Top of DATASET RECORDS

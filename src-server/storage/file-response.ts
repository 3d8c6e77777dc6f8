import { StreamableFile } from '@nestjs/common';

/** The uploader's file name as stored: NFC (macOS sends "ä" as a + ¨), at most 200 characters, never a split character. */
export function storedFileName(originalName: string, maxChars = 200): string {
  return Array.from(originalName.normalize('NFC')).slice(0, maxChars).join('');
}

/** RFC 5987 ext-value: percent-encoded UTF-8, including the characters encodeURIComponent leaves alone but attr-char forbids. */
function rfc5987(value: string): string {
  return encodeURIComponent(value).replace(/['()*]/g, (c) => `%${c.charCodeAt(0).toString(16).toUpperCase()}`);
}

/**
 * A stored file as a download: always an attachment, so an SVG or PDF never renders inside the app's origin, with the
 * content type the caller fixed for its kind (routes add X-Content-Type-Options: nosniff). Old clients read the ASCII
 * `filename`, current ones the UTF-8 `filename*`.
 */
export function downloadOf(file: { body: Buffer; fileName: string; contentType: string }): StreamableFile {
  const ascii = file.fileName.replace(/[^\x20-\x7e]/g, '_').replace(/["\\%]/g, '_');
  return new StreamableFile(file.body, {
    type: file.contentType,
    length: file.body.length,
    disposition: `attachment; filename="${ascii}"; filename*=UTF-8''${rfc5987(file.fileName)}`,
  });
}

Bottom of DATASET RECORDS

▸ **PROBLEM TO SOLVE**
Where a line above holds the string "function", show that line.

▸ **COMPLETED EXERCISE**
export function storedFileName(originalName: string, maxChars = 200): string {
function rfc5987(value: string): string {
export function downloadOf(file: { body: Buffer; fileName: string; contentType: string }): StreamableFile {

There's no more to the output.